Курьер отметил, что во всей фигуре обитателя двора было что-то от шахматного коня. Ответ же его не устроил вовсе.

– Но вот же двадцать третий, – Стеклов ткнул пальцем в сторону синей закорючины. – Если за ним двадцать седьмой, то где тогда двадцать пятый?

«Конь» пожал плечами и еще сильнее наклонил голову, почти к коленям. Курьер поежился и решил пройтись вокруг дома номер двадцать семь. Смесь из снега и грязи хлюпала, пытаясь затянуть в свои глубины. Но бездонности той налетело всего лишь сантиметра полтора. И провода насмешливо звенели, покачиваясь в свете окон. Стеклов дошел до дальнего угла дома и обескураженно замер. Потом сделал еще пару шагов и оказался на куске асфальта меж двух девятиэтажек. Дальше лежал лишь пустырь. Одинокая брошенная ЛЭП, наполовину разобранная, напоминала японские ворота. Стеклов подумал, что в полночь она могла бы послужить отличным стулом для огромного чёрта. Почему-то картина задумчивого демона, уткнувшего взгляд в далекие угасающие окна, ярко предстала перед Стекловым. На плечи чёрта ложился мягкий снежок, раскосые его глаза с непониманием смотрели на серые коробки, в которых копошилась жизнь, красно-коричневая кожа дымилась в ночи, заставляя деревья растворяться в тумане.

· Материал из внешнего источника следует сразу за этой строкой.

"""Slips of a unit, planted on the bench sheet or in the times, and found by the factor."""

from __future__ import annotations

import pandas as pd
import pytest

import plumbfall as pf
from support.benches import bench_dict, drops_table

CODE = "unit-slip-suspected"
REFERENCE = {
    "R": {"liquid": "oil", "viscosity": [{"temperature": "25 degC", "value": "2.000(4) Pa.s"}]}
}


@pytest.fixture(scope="module")
def times():
    """Times of a liquid of exactly 2 Pa.s."""
    return pf.simulate(
        bench_dict(), viscosity=2.0, drops=6, balls=["B1", "B2", "B3"], exact=True
    ).assign(note="")


def found(table, **changes):
    report = pf.reduce(table, bench_dict(**changes), draws=0)
    return [one for one in report["A"].result.findings if one.code == CODE]


def test_a_right_result_is_left_alone(times):
    assert found(times, reference=REFERENCE) == []


@pytest.mark.parametrize(
    ("factor", "says"),
    [
        (60, "seconds read as minutes"),
        (1 / 60, "minutes read as seconds"),
        (10, "a slip of 10 in a unit"),
        (0.1, "a slip of 10 in a unit"),
        (1000, "a slip of 1000 in a unit"),
    ],
)
def test_times_in_another_unit_are_told_by_the_certificate(times, factor, says):
    table = times.copy()
    table["time [s]"] *= factor
    thick = {"R": {"liquid": "oil", "viscosity": [{"temperature": "25 degC", "value": "2.0 Pa.s"}]}}
    many = found(table, reference=thick, timer__T1__bias="0.000(1) s")
    (one,) = many
    assert says in one.message
    assert one.statistic == pytest.approx(1 / factor, rel=0.3)  # inertia, when much too fast
    assert "the certificate of R" in one.message


@pytest.mark.parametrize(
    ("factor", "says"), [(0.5, "radii written as diameters"), (2.0, "diameters twice too large")]
)
def test_all_diameters_off_by_two_are_told_walls_included(times, factor, says):
    changes = {
        "ball__B1__diameter": f"{2.0003 * factor:.5f}(20) mm",
        "ball__B2__diameter": f"{2.5001 * factor:.5f}(20) mm",
        "ball__B3": {"diameter": f"{3.0002 * factor:.5f}(20) mm", "density": "7.70(1) g/cm3"},
    }
    (one,) = found(times, reference=REFERENCE, **changes)
    assert says in one.message


@pytest.mark.parametrize("value", ["2.0614(8) Pa.s", "1.9404(8) Pa.s"])
def test_kinematic_viscosity_taken_for_viscosity_is_told_by_the_density(times, value):
    """2 Pa.s over 0.9702 g/cm3 is 2061.4 mm2/s; typed as mPa.s, or the other way round."""
    reference = {"R": {"liquid": "oil", "viscosity": [{"temperature": "25 degC", "value": value}]}}
    (one,) = found(times, reference=reference)
    assert "the liquid has 0.9702 g/cm3" in one.message
    assert "mm2/s" in one.remedy


@pytest.mark.parametrize("value", ["2.020(4) Pa.s", "1.900(4) Pa.s", "2.6(4) Pa.s"])
def test_another_bias_is_no_slip(times, value):
    reference = {"R": {"liquid": "oil", "viscosity": [{"temperature": "25 degC", "value": value}]}}
    assert found(times, reference=reference) == []


def test_a_specification_tells_a_slip_but_not_a_bad_batch(times):
    def limits(low, high):
        return {"liquid__oil__specification": {"low": low, "high": high, "temperature": "25 degC"}}

    assert found(times, **limits("1.9 Pa.s", "2.1 Pa.s")) == []
    assert found(times, **limits("1.2 Pa.s", "1.3 Pa.s")) == []
    (one,) = found(times, **limits("190 mPa.s", "210 mPa.s"))
    assert "the specification of oil" in one.message
    assert "a slip of 10" in one.message


def test_the_other_run_sets_outvote_one_in_minutes():
    tables = [
        pf.simulate(
            bench_dict(), viscosity=2.0, run_set=name, drops=4, balls=["B1", "B2"], seed=i
        ).assign(note="")
        for i, name in enumerate("BCDA")
    ]
    assert all(found_in(tables, name) == [] for name in "ABCD")
    tables[3]["time [s]"] *= 60
    (one,) = found_in(tables, "A")
    assert "the other run sets of the liquid" in one.message
    assert "seconds read as minutes" in one.message
    assert found_in(tables, "B") == []


def found_in(tables, name):
    report = pf.reduce(pd.concat(tables), bench_dict(), draws=0)
    return [one for one in report[name].result.findings if one.code == CODE]


@pytest.mark.parametrize(
    ("changes", "says"),
    [
        (
            {"tube__A__bore": "500.0(2) mm"},
            "the bore of tube A is 500 mm, outside the usual 3 to 300 mm; 0.1 times it would be 50",
        ),
        (
            {"tube__A__marks": ["0 mm", "20000(5) mm"], "tube__A__bottom_below": None},
            "the distance between marks of tube A is 2e+04 mm, outside the usual 5 to 3000 mm",
        ),
        ({"ball__B1__diameter": "0.0787(2) mm"}, "the diameter of ball B1 is 0.0787 mm, outside"),
    ],
)
def test_lengths_that_no_bench_has_are_told_with_the_factor_that_mends_them(changes, says):
    many = found(drops_table({"B1": [14.91, 14.93, 14.92]}), **changes)
    assert any(says in one.message for one in many), [one.message for one in many]


@pytest.mark.parametrize(("typed", "says"), [(77.0, "read as degF it would be 25.0 degC")])
def test_a_temperature_in_another_unit_is_told_by_that_of_the_density(typed, says):
    """77 degF are 25 degC, by definition of the scales."""
    (one,) = found(drops_table({"B1": [14.91, 14.93, 14.92]}, temperature=typed))
    assert says in one.message
    assert "temperature [degF]" in one.remedy


@pytest.mark.parametrize("typed", [25.0, 40.0, 60.0, 100.0])
def test_a_hot_bath_is_no_slip(typed):
    assert found(drops_table({"B1": [14.91, 14.93, 14.92]}, temperature=typed)) == []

Мужчина выдохнул облако пара и поспешил к освещенной части улицы. Ждать прохожего пришлось довольно долго, и наконец чернильная пасть аллеи изрыгнула серое пятно. Приближаясь к Стеклову, пятно обрело форму, превратившись в женщину неопределенного возраста. Маленькие обсидиановые глазки блестели на сером сморщенном лице.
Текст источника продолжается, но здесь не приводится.